Department of Otolaryngology-Head and Neck Surgery, University of Michigan Medical School, Ann Arbor, Michigan, USA.
OTO Open. 2021 Nov 10;5(4):2473974X211057035. doi: 10.1177/2473974X211057035. eCollection 2021 Oct-Dec.
To evaluate new drugs and devices relevant to otolaryngology-head and neck surgery that were approved by the US Food and Drug Administration (FDA) in 2020.
Publicly available device and therapeutic approvals from ENT (ear, nose, and throat), anesthesia, neurology (neurosurgery), and plastic and general surgery FDA committees.
Members of the American Academy of Otolaryngology-Head and Neck Surgery's Medical Devices and Drugs Committee reviewed new therapeutics and medical devices from a query of the FDA's device and therapeutic approvals.

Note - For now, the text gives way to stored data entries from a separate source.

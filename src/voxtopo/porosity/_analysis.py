"""Pore bodies, throats, grains, percolation and integral geometry of a two-phase scan."""

from __future__ import annotations

import threading
import time
from concurrent.futures import ThreadPoolExecutor
from dataclasses import dataclass, field

import numpy as np
import pandas as pd
from scipy import ndimage

from .. import filtration
from .. import significance as sig
from ..diagram import AXES_3D
from .. import engine as _engine
from ..engine import construction_of, persistence
from ..engine._levels import float_levels
from ..filtration import binary_foreground, region_of_interest
from ..errors import InputError
from ..memory import ensure_fits, is_mapped, release_pages, reported_as_too_big
from ..scan import Scan, as_scan
from ..engine._union_find import index_dtype
from . import _edt, _euler, _minkowski, _sweep

#: the solid phase takes the neighbourhood complementary to the pore phase's, so that the
#: two phases' Euler characteristics and diagrams are dual to each other
COMPLEMENT = {26: 6, 6: 26, 8: 4, 4: 8}

#: Gaussian width (voxels along each axis) applied to the mask before marching cubes. A
#: binary mask's staircase makes the iso-surface about 8 % too large on a digitised sphere;
#: this light smoothing brings area and mean curvature within about 1 % (spheres of radius
#: 6 to 15 voxels) while moving the surface far less than a voxel.
SURFACE_SMOOTHING_VOXELS = 0.7

#: the `voxtopo pores` process with its libraries loaded (peak of a 64^3 run: 382 MB)
_BASE_BYTES = 380_000_000

#: Calibration, from the peaks of benchmarks/bench_pores.py (uint8 overlapping-sphere
#: masks, this machine): the persistence runs take a share of the engine's plan for the
#: distance's uint16 level numbers (the larger of the two phases' runs), as that plan
#: covers gray images with many more pairs than a distance transform has. With the
#: distance held as levels: estimate / peak 1.18 at 256^3 (0.80 of 0.68 GB), 1.09 at
#: 512^3 (3.02 of 2.76 GB) and 1.16 at 1024^3 (17.2 of 14.9 GB); uint16 gray scans mapped
#: from a .npy and thresholded (Otsu): 1.11 at 512^3 (2.89 of 2.61 GB) and 1.08 at 1024^3
#: (16.1 of 14.9 GB). The engine's plan still
#: decides how the need grows with the shape; when the engine's own planning changes,
#: this share is measured again with the benchmark.
_ENGINE_PLAN_SHARE = 0.63

#: what to do when a pore analysis would not fit in memory
REMEDY = ("crop or downsample it first, or run it out of core "
          "(voxtopo pores --out-of-core)")


def cautions(spacing, unit) -> list[str]:
    """The cautions written into every summary, with the resolution limit in ``unit``.

    Parameters
    ----------
    spacing : sequence of float
        The voxel size; the finest one sets the smallest resolved throat.
    unit : str
        The unit of ``spacing``.

    Returns
    -------
    list of str
        Three sentences: segmentation and resolution, the smallest resolved throat in
        ``unit``, and that results support research only.
    """
    finest = min(spacing)
    return [
        "The numbers depend on the segmentation (threshold, label, smoothing) and on the "
        "resolution of the scan.",
        f"A throat one or two voxels wide (radius below {RESOLVED_RADIUS_VOXELS} voxels, "
        f"{RESOLVED_RADIUS_VOXELS * finest:.4g} {unit}) is not resolved: it may appear "
        f"closed, or wider than it is.",
        "These results support research; they are not a medical diagnosis nor a "
        "certification of a material, part or structure. Defer to local codes and licensed "
        "practice.",
    ]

Two independent reviewers assessed the drug's or device's relevance to otolaryngology, classified to subspecialty field, with a critical review of available scientific literature.

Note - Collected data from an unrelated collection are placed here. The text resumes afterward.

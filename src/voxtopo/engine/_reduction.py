"""Dimension 1 of a 3D volume by a cohomology reduction over an implicit cubical complex.

Loops (tunnels, handles) of a sublevel filtration cannot be had from a union-find, so this
module reduces a coboundary matrix, but never builds it: every cell is addressed by index
arithmetic, its value is read from the voxels around it, and only the columns that really
need a reduction leave a trace in memory.

The complex
-----------
Cells live in the doubled grid: a cell has coordinates ``c = (c0, c1, c2)`` and its
dimension is the number of odd coordinates. Grid corners sit at even coordinates.

* ``"vertex"`` construction (6-neighbourhood; gudhi's ``vertices``): voxel ``i`` is the
  vertex ``c = 2 i``; the grid runs over ``0 .. 2 n - 2`` and a cell takes the largest
  value of its vertices.
* ``"voxel"`` construction (26-neighbourhood; gudhi's ``top_dimensional_cells``): voxel
  ``i`` is the cube ``c = 2 i + 1``; the grid runs over ``0 .. 2 n`` (the closed box) and
  a cell takes the smallest value of the cubes it bounds.

Order of the filtration and tie rule
------------------------------------
Voxels are ranked once by ``(value, C-order flat index)`` (a stable sort; a counting sort
for 8- and 16-bit data). Every cell takes the *rank* of the voxel its value comes from
(vertex construction: the highest-ranked vertex; voxel construction: the lowest-ranked
cube around it): its *representative voxel*. Cells are ordered by

    (rank of the representative voxel, dimension, offset code)

where the offset code ``9 (o0 + 1) + 3 (o1 + 1) + (o2 + 1)`` numbers the position
``o = c - centre(voxel)`` in ``{-1, 0, 1}^3`` of the cell around its voxel. A face never
has a higher rank than its coface (it has fewer vertices, or bounds more cubes) and has a
lower dimension, so this order puts faces before cofaces; it orders values like the
filtration does, so its persistence pairs have the same values as any other valid order
(gudhi's included). A cell of a given dimension is identified by its *key*
``32 * rank + code``: comparing keys is comparing positions in the filtration, and the key
gives the cell back through the sorted voxel list.

The reduction
-------------
Cohomology (de Silva, Morozov & Vejdemo-Johansson 2011, "Dualities in persistent
(co)homology"): edges are visited from the last to the first; the column of an edge is
its coboundary (the at most four squares around it) and its pivot the earliest square.
Clearing (Chen & Kerber 2011, "Persistent homology computation with a twist"): an edge
that joins two components of the sublevel set kills a dimension-0 class, so its column is
zero and is skipped. Most of these edges are found in one pass in memory order, from the
3x3x3 block around each voxel alone (where the cells present before the voxel are
connected within its cube, an own edge joins two components exactly when one end lies
in a part made of the voxel's own corners only); a union-find over the grid corners, its
links set by that pass, decides the rest in value order (the dimension-0 *diagram*
itself comes from ``_union_find.py``).
Apparent and emergent pairs (Bauer 2021, "Ripser: efficient computation of Vietoris-Rips
persistence barcodes", J. Appl. Comput. Topol.): when the earliest square of an edge's
coboundary is the pivot of no column visited before, the edge pairs with it at once, with
no reduction; in the voxel construction that square is always a face of the edge's own
cube, found from the edge's code alone. One bit per square says whether it is already a
pivot. The column that owns such a square needs no table either: it is the first-visited
of the square's (at most four) edges, not cleared, whose earliest square it is. Only
columns that needed an addition are remembered, in a hash table from their pivot square
to the reduced column itself, so memory grows with the number of truly reduced columns,
not with the volume.

Memory per voxel. Integer values in the voxel construction (8- and 16-bit scans, and the
padded copies through which their vertex construction is reduced) need no array of ranks: a
voxel's rank is *composed* as ``(level << b) | v`` from its value's level and its flat
index ``v`` (``b`` bits), which orders the voxels exactly as ``(value, flat index)`` and
gives the voxel back from the rank with a mask. They hold one 32-bit word of flags per
voxel (own edges left by the clearing, squares already a pivot) and, during the clearing
only, a union-find parent per grid corner. Other values hold their ranks (4 bytes up to
2^31 voxels, else 8) and the sorted order (4), which takes over the clearing's buffer.
The reduced columns kept take 5 bytes an entry (the cell's voxel and code; its key is
composed again on reading), in a pool grown in place, and the pivot table 16 bytes a
slot; both grow with the columns that really needed a reduction (measured and planned in
:func:`phase_bytes`).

The Medical Devices and Drugs Committee reviewed 53 new therapeutics and 1094 devices (89 ENT, 140 anesthesia, 511 plastic and general surgery, and 354 neurology) approved in 2020. Ten drugs and 17 devices were considered relevant to the otolaryngology community. Rhinology saw significant improvements around image guidance systems; indications for cochlear implantation expanded; several new monoclonal therapeutics were added to head and neck oncology's armamentarium; and several new approvals appeared for facial plastics surgery, pediatric otolaryngology, and comprehensive otolaryngology.

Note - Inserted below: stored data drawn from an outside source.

def _run_compare(args) -> int:
    from .compare import compare_diagrams, load_results
    from .io.results import check_target
    from .report.html import write_comparison
    try:
        dims = tuple(int(d) for d in args.dims.split(","))
    except ValueError:
        raise VoxtopoError(f"--dims should be dimensions like 0,1; got {args.dims!r}.")
    if args.order is not None and args.metric != "wasserstein":
        raise VoxtopoError(f"--order {args.order:g} applies only to the Wasserstein distance; "
                           f"add --metric wasserstein or leave --order out.")
    check_target(args.out, args.force, inputs=args.results)
    diagrams, names, groups = load_results(args.results, args.group_column)
    use_groups = groups if len(set(groups)) > 1 else None
    comparison = compare_diagrams(diagrams, names, use_groups, dims=dims, metric=args.metric,
                                  order=1.0 if args.order is None else args.order,
                                  essential=args.essential,
                                  all_pairs=args.all_pairs,
                                  min_persistence=args.min_persistence,
                                  n_permutations=args.permutations, seed=args.seed)
    write_comparison(comparison, args.out, force=args.force, inputs=args.results)
    if comparison.test is not None:
        print(f"voxtopo: permutation test p = {comparison.test.p_value:.4g}; "
              f"{comparison.test.resolution()}")
    print(f"voxtopo: {comparison.distance} distances of {len(names)} diagrams, "
          f"{comparison.features}, written to {args.out}")
    return 0


def _primes(text: str):
    try:
        return tuple(int(v) for v in text.split(","))
    except ValueError:
        raise argparse.ArgumentTypeError(f"field should be a prime or primes like 2,3; "
                                         f"got {text!r}")


def _positions(text: str):
    if text == "all":
        return text
    try:
        return int(text)
    except ValueError:
        raise argparse.ArgumentTypeError(f"positions should be a whole number or 'all'; "
                                         f"got {text!r}")


def _add_patches(subparsers) -> None:
    from .jobs.patches import PatchOptions
    defaults = PatchOptions()
    p = subparsers.add_parser(
        "patches",
        help="topology of the space of high-contrast patches of images",
        description="Sample k x k patches of one or more images (or slices of volumes), keep "
                    "the high-contrast ones, normalise them onto a sphere in DCT "
                    "coordinates, keep the dense core and compute the persistence of its "
                    "landmarks. Writes the cloud, pairs.csv, summary.json and plots into a "
                    "new folder. The defaults show the primary circle on natural "
                    "photographs of texture; research use only.")
    p.add_argument("images", nargs="+", metavar="IMAGE",
                   help="gray 2D images or 3D volumes in any format voxtopo reads")
    add_output_options(p)
    s = p.add_argument_group("sampling")
    s.add_argument("-k", "--patch-size", type=int, default=defaults.k, choices=[3, 5, 7],
                   help=f"patch size k (default {defaults.k})")
    s.add_argument("--positions", type=_positions, default=defaults.positions,
                   help=f"patch positions drawn at random from all images together, or "
                        f"'all' (default {defaults.positions})")
    s.add_argument("--contrast-percent", type=float, default=defaults.contrast_percent,
                   help=f"keep this percentage of highest-contrast patches per image "
                        f"(default {defaults.contrast_percent:g})")
    s.add_argument("--log", action=argparse.BooleanOptionalAction, default=defaults.log,
                   help="use log intensities log(1 + value) (default on)")
    s.add_argument("--axis", choices=["z", "y", "x"],
                   help="cut volumes into slices along this axis (default z)")
    s.add_argument("--slices", type=_shape, metavar="I,J,..",
                   help="use only these slices of each volume (default all)")
    s.add_argument("--seed", type=int, default=defaults.seed,
                   help="seed of the random positions and the first landmark")
    t = p.add_argument_group("core and persistence")
    t.add_argument("--k-neighbour", "--k-neighbor", type=int, default=defaults.k_neighbour,
                   help=f"density from the distance to this nearest neighbour "
                        f"(default {defaults.k_neighbour})")
    t.add_argument("--density-percent", type=float, default=defaults.density_percent,
                   help=f"keep the densest percentage of the cloud "
                        f"(default {defaults.density_percent:g})")
    t.add_argument("--landmarks", type=int, default=defaults.landmarks,
                   help=f"number of max-min landmarks (default {defaults.landmarks})")
    t.add_argument("--field", type=_primes, default=defaults.fields, metavar="P[,Q]",
                   help="coefficient field Z/p; 2,3 computes both side by side (default 2)")
    t.add_argument("--max-edge", type=float,
                   help="largest scale (default: the median landmark distance, lowered "
                        "while the complex would be too large)")
    t.add_argument("--method", choices=["rips", "witness"], default=defaults.method,
                   help="Rips complex of the landmarks or the witness complex")
    t.add_argument("--max-dimension", type=int, choices=[0, 1, 2],
                   default=defaults.max_dimension, help="highest homology dimension")
    v = p.add_argument_group("which bars are real")
    v.add_argument("--significance", type=float, default=defaults.significance,
                   metavar="ALPHA",
                   help=f"level of the test of every Rips bar under the universal null "
                        f"distribution (Bonferroni over the bars of a dimension; default "
                        f"{defaults.significance:g})")
    v.add_argument("--resamples", type=int, default=defaults.resamples, metavar="N",
                   help=f"rerun the sampling with N other seeds and count in how many the "
                        f"longest loop is again the dominant one (default {defaults.resamples}; "
                        f"0 = none)")
    add_load_options(p)
    p.set_defaults(handler=_run_patches)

New technologies and pharmaceuticals offer the promise of improving how we care for otolaryngology patients. However, judicious introduction of innovations into practice requires a nuanced understanding of safety, advantages, and limitations. Working knowledge of new drugs and medical devices approved for the market helps clinicians tailor patient care accordingly.
评估2020年美国食品药品监督管理局(FDA)批准的与耳鼻咽喉-头颈外科相关的新药和设备。
来自耳鼻喉科(耳、鼻、喉)、麻醉科、神经科(神经外科)以及整形外科和普通外科FDA委员会的公开可用设备和治疗批准信息。
美国耳鼻咽喉-头颈外科学会医疗器械和药物委员会的成员通过查询FDA的设备和治疗批准信息,对新的治疗方法和医疗器械进行了综述。两名独立评审员评估了该药物或设备与耳鼻咽喉科的相关性,并按亚专业领域进行分类,同时对现有科学文献进行了严格审查。
医疗器械和药物委员会审查了2020年批准的53种新治疗方法和1094种设备(89种耳鼻喉科、140种麻醉科、511种整形外科和普通外科以及354种神经科)。十种药物和17种设备被认为与耳鼻咽喉科领域相关。鼻科学在图像引导系统方面有显著改进;人工耳蜗植入的适应症有所扩大;头颈肿瘤学的治疗手段中增加了几种新的单克隆治疗药物;面部整形手术、小儿耳鼻咽喉科和综合耳鼻咽喉科也有几项新的批准。
新技术和药物有望改善我们对耳鼻咽喉科患者的护理方式。然而,在实践中明智地引入创新需要对安全性、优势和局限性有细致入微的理解。了解市场上批准的新药和医疗器械的实用知识有助于临床医生相应地调整患者护理。